EXERCISE BRIEF: Of the entries below, return exactly those lines that fall between the one containing "largest sensitivity over" and the one containing "closed-form column cols[c].", the two end lines included.

Dataset entries:
Content starts

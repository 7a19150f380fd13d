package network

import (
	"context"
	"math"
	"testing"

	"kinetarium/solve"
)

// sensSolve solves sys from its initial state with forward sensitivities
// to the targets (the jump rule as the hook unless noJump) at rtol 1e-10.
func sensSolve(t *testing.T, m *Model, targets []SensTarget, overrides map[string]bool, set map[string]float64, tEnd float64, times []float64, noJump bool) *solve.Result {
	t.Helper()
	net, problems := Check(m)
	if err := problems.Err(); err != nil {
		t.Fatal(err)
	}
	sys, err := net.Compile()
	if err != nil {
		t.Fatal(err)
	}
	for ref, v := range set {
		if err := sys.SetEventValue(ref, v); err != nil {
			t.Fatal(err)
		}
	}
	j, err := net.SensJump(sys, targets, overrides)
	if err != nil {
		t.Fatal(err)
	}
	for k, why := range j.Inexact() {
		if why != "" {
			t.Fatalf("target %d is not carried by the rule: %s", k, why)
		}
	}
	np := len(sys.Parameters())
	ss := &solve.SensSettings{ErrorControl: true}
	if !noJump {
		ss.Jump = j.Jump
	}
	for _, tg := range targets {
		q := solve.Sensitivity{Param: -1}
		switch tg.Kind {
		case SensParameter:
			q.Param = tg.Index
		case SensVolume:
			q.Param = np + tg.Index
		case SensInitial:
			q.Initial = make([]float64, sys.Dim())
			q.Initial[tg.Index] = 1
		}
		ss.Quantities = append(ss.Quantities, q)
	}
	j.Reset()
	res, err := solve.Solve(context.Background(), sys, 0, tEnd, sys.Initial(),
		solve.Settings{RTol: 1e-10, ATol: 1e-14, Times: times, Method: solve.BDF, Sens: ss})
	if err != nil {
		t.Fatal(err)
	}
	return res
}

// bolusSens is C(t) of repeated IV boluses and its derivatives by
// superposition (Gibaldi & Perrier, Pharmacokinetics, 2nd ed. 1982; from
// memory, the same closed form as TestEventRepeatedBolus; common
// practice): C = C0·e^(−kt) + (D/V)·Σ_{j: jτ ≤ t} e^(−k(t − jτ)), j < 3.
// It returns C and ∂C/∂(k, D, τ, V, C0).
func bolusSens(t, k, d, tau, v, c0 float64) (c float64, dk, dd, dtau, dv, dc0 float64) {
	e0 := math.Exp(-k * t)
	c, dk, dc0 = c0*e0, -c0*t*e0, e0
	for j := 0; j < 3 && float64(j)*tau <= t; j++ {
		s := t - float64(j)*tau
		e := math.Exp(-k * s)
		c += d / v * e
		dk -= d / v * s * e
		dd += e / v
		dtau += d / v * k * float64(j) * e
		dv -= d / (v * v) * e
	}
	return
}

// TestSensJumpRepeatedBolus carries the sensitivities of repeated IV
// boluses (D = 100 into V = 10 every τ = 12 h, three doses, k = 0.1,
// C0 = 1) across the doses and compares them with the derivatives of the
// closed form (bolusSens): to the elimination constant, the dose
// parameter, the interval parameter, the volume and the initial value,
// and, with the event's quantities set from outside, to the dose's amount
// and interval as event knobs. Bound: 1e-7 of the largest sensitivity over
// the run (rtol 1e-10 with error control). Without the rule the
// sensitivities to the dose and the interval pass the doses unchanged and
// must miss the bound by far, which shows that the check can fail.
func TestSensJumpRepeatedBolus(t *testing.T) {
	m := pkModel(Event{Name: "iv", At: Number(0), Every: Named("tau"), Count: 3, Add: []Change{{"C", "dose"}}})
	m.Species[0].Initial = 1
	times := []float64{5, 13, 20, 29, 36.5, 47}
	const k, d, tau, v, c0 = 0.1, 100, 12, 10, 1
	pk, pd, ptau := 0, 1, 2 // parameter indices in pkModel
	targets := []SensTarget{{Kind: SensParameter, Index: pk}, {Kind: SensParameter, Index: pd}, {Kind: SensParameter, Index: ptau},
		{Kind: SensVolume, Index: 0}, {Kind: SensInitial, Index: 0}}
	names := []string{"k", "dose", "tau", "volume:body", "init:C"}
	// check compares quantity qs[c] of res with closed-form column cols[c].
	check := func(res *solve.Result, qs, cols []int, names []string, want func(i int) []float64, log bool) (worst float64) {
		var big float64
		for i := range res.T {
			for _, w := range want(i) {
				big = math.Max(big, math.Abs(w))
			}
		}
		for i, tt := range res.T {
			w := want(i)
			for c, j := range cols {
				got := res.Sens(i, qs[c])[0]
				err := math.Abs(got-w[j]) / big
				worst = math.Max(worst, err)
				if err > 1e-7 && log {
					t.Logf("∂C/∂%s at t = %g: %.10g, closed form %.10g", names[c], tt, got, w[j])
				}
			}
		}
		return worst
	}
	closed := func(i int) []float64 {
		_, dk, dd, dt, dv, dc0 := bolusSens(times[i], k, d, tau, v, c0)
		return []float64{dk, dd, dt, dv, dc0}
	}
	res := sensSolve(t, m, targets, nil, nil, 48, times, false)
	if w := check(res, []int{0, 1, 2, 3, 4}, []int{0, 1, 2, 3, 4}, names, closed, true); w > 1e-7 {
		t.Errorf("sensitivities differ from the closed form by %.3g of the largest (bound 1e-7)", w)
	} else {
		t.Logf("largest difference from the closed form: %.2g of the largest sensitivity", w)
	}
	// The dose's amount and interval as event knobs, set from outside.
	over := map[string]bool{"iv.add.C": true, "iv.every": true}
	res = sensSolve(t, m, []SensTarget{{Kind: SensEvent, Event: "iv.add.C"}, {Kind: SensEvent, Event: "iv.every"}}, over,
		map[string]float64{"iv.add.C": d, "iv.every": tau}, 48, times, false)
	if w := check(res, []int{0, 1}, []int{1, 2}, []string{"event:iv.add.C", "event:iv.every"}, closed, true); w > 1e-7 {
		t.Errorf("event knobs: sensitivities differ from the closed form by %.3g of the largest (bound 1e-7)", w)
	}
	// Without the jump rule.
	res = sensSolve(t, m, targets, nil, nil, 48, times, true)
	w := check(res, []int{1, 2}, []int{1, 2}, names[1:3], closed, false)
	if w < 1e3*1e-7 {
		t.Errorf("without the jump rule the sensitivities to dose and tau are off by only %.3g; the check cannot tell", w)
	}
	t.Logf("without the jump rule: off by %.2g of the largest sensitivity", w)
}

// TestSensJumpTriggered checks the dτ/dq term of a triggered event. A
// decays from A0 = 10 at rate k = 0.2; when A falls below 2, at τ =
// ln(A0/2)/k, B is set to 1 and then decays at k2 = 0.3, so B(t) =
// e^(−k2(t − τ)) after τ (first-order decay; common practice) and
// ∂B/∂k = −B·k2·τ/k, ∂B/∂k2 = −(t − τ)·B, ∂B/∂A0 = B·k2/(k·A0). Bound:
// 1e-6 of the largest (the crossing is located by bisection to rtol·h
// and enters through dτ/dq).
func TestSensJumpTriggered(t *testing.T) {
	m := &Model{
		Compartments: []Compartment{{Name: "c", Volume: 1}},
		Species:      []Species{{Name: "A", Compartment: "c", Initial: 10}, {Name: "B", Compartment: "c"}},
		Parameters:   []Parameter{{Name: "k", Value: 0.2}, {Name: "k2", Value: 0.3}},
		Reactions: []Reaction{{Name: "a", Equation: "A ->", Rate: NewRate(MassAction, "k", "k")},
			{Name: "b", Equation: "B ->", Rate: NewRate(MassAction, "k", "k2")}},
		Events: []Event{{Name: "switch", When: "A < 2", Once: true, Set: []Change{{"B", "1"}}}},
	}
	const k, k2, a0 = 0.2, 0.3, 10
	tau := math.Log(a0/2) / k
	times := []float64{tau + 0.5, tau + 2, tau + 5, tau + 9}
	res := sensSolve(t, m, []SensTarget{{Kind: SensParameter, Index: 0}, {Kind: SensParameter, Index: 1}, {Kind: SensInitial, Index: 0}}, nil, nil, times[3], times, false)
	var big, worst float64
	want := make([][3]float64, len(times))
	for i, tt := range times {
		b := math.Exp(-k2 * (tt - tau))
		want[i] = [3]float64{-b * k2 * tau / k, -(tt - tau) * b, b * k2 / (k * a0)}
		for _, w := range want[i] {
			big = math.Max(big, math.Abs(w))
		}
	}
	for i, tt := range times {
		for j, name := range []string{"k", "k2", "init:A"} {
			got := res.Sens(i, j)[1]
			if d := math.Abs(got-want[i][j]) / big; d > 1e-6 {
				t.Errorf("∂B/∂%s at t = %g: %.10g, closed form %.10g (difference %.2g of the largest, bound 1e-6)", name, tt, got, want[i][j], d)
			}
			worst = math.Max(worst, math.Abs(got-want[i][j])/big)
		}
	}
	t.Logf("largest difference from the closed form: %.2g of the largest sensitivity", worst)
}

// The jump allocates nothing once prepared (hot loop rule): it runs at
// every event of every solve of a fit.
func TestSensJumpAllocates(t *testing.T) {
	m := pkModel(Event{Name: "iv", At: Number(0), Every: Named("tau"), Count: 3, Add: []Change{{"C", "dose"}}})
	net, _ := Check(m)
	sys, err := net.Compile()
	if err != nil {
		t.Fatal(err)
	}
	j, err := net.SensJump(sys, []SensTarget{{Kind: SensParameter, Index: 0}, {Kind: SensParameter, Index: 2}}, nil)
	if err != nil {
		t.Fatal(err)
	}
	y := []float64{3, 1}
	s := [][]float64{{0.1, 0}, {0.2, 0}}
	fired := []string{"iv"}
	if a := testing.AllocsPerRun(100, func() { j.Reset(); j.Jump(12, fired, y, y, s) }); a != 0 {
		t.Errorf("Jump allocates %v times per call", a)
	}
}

Content ends

ANSWER TO THIS EXERCISE:
// and interval as event knobs. Bound: 1e-7 of the largest sensitivity over
// the run (rtol 1e-10 with error control). Without the rule the
// sensitivities to the dose and the interval pass the doses unchanged and
// must miss the bound by far, which shows that the check can fail.
func TestSensJumpRepeatedBolus(t *testing.T) {
	m := pkModel(Event{Name: "iv", At: Number(0), Every: Named("tau"), Count: 3, Add: []Change{{"C", "dose"}}})
	m.Species[0].Initial = 1
	times := []float64{5, 13, 20, 29, 36.5, 47}
	const k, d, tau, v, c0 = 0.1, 100, 12, 10, 1
	pk, pd, ptau := 0, 1, 2 // parameter indices in pkModel
	targets := []SensTarget{{Kind: SensParameter, Index: pk}, {Kind: SensParameter, Index: pd}, {Kind: SensParameter, Index: ptau},
		{Kind: SensVolume, Index: 0}, {Kind: SensInitial, Index: 0}}
	names := []string{"k", "dose", "tau", "volume:body", "init:C"}
	// check compares quantity qs[c] of res with closed-form column cols[c].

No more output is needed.